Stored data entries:
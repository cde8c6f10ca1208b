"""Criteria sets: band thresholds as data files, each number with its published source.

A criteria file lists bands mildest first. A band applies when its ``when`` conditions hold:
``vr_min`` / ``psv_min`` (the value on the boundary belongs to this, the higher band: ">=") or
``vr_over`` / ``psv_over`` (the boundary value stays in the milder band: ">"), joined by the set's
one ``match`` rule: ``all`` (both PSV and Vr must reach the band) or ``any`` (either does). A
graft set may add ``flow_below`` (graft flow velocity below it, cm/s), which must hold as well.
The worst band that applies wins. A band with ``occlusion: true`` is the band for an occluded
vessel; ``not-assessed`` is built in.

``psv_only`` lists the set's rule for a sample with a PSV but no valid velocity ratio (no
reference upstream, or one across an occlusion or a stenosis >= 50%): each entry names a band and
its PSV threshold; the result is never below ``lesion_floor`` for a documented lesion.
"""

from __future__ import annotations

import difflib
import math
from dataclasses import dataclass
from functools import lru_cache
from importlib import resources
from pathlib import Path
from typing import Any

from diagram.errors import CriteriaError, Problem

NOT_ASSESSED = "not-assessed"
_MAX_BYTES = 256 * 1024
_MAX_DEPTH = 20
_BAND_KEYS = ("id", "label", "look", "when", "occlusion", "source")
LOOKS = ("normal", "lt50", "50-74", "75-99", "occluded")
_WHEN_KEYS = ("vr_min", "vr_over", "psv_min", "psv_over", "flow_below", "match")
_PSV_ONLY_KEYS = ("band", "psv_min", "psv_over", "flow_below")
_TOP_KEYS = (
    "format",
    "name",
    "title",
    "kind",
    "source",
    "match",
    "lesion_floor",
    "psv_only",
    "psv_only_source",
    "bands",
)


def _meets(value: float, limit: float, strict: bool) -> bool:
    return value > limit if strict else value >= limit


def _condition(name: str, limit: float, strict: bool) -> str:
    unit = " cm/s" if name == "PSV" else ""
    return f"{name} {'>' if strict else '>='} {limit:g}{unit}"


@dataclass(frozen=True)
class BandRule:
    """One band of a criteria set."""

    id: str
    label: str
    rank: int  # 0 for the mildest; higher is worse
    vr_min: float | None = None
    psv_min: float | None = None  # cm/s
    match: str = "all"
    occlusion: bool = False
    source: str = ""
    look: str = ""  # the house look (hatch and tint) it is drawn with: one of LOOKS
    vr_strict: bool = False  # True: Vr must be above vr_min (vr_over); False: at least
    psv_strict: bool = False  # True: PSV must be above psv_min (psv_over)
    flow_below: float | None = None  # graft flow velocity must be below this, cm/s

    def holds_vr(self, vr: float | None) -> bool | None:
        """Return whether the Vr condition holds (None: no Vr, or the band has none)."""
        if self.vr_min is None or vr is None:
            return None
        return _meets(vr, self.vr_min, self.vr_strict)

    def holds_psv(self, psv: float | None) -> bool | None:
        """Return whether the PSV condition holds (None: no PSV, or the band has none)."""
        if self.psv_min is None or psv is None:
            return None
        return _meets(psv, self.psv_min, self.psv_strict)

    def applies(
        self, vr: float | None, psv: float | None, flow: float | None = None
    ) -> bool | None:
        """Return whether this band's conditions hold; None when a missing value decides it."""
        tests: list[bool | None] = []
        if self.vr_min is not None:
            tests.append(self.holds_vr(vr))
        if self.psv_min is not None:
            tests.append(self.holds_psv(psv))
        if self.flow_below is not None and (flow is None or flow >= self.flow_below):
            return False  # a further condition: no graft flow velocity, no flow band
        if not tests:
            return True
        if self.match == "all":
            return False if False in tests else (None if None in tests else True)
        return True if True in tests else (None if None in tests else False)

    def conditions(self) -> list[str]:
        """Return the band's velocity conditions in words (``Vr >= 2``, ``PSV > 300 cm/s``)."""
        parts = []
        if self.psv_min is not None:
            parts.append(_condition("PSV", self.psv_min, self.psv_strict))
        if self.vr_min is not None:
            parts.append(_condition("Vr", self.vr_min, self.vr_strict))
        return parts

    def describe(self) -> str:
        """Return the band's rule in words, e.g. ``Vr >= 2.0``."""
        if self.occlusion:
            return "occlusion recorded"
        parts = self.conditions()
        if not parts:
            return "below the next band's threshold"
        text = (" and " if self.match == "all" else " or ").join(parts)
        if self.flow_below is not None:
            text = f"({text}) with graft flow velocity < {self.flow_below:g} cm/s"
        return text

--

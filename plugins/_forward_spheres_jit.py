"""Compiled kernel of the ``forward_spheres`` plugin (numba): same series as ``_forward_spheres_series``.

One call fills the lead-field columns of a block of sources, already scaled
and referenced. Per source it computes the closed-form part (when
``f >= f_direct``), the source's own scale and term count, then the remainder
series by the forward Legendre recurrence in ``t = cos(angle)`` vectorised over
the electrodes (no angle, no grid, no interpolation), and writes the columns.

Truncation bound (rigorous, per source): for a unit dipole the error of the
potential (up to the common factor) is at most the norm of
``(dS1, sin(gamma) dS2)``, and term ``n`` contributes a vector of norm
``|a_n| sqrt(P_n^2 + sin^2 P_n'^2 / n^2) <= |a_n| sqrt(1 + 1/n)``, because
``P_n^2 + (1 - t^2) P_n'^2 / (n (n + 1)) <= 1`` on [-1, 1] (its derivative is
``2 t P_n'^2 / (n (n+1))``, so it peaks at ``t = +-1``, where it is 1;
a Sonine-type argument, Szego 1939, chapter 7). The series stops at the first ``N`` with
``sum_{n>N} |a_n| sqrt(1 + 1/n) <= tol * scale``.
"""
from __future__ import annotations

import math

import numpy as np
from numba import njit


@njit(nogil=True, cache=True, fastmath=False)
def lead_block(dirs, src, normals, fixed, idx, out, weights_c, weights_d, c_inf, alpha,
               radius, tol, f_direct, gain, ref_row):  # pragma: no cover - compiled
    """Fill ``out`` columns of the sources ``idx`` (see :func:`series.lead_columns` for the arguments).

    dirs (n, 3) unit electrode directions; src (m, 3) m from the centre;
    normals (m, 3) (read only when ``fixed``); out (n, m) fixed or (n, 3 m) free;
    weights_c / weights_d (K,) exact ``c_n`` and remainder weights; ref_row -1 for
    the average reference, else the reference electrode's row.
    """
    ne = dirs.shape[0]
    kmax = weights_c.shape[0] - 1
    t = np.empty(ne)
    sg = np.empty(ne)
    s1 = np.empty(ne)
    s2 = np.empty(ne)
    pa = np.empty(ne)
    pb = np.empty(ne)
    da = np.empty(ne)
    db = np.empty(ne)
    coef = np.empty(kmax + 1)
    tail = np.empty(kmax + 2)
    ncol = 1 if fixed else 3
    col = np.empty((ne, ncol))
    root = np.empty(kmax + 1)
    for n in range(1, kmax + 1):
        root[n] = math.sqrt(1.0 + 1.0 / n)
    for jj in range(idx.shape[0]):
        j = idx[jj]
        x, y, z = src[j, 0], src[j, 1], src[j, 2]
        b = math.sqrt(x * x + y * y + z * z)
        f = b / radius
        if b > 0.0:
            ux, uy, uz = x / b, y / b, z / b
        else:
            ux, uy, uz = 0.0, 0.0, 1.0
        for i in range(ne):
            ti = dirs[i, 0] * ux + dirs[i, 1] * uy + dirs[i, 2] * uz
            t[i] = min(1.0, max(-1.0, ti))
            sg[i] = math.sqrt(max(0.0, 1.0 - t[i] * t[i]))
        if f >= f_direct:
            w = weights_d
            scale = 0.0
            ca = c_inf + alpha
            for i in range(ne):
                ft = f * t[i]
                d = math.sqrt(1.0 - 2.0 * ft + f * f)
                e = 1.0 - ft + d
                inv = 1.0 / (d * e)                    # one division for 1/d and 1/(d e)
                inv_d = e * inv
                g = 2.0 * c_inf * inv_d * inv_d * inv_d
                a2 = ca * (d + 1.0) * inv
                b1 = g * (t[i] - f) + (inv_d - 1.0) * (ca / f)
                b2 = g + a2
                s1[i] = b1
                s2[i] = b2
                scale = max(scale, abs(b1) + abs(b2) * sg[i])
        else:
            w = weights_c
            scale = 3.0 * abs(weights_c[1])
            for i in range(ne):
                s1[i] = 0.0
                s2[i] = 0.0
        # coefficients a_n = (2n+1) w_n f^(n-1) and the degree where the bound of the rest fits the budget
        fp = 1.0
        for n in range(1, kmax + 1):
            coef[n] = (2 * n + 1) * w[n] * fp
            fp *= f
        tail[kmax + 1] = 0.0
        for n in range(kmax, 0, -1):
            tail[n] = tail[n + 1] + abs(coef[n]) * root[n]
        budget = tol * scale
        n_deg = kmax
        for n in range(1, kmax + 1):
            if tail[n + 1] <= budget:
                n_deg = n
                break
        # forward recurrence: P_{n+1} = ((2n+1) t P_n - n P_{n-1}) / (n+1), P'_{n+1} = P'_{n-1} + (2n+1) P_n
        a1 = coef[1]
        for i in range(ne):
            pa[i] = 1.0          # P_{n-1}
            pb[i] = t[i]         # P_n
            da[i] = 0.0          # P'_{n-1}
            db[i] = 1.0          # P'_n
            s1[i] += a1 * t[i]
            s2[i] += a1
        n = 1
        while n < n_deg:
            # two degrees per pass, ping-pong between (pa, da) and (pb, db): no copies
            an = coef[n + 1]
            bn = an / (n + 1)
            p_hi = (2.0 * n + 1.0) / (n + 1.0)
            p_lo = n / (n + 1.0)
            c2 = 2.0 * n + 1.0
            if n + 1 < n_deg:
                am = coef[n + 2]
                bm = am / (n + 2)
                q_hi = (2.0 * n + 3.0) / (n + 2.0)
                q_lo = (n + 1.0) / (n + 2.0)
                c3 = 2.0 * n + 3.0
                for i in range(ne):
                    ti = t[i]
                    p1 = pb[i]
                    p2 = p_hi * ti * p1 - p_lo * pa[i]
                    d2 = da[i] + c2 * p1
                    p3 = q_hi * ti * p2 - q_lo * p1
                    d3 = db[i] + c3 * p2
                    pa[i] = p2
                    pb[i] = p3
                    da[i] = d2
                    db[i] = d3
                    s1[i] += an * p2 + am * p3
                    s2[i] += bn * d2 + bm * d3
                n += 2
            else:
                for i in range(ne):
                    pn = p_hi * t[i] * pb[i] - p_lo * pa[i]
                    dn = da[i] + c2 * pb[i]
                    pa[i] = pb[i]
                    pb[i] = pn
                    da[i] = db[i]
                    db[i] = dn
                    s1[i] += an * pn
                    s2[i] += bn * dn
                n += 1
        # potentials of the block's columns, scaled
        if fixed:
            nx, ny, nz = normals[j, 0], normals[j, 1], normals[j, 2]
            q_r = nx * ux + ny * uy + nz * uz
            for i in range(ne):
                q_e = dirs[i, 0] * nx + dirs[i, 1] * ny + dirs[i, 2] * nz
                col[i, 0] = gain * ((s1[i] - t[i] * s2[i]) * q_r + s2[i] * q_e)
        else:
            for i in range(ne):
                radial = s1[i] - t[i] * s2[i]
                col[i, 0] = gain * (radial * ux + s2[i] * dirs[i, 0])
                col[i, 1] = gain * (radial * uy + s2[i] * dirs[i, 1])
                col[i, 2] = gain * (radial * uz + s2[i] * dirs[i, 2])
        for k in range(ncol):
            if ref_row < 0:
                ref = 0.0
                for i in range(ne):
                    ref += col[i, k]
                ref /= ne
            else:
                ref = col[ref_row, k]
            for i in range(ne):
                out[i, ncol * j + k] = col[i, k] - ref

** REQUIRED ACTION **
Once the line with "repository cde8c6f10ca1208b" is found in the records above, print exactly that line and every line after it through the line with "(the value on".

** TASK ANSWER **
repository cde8c6f10ca1208b
"""Criteria sets: band thresholds as data files, each number with its published source.

A criteria file lists bands mildest first. A band applies when its ``when`` conditions hold:
``vr_min`` / ``psv_min`` (the value on the boundary belongs to this, the higher band: ">=") or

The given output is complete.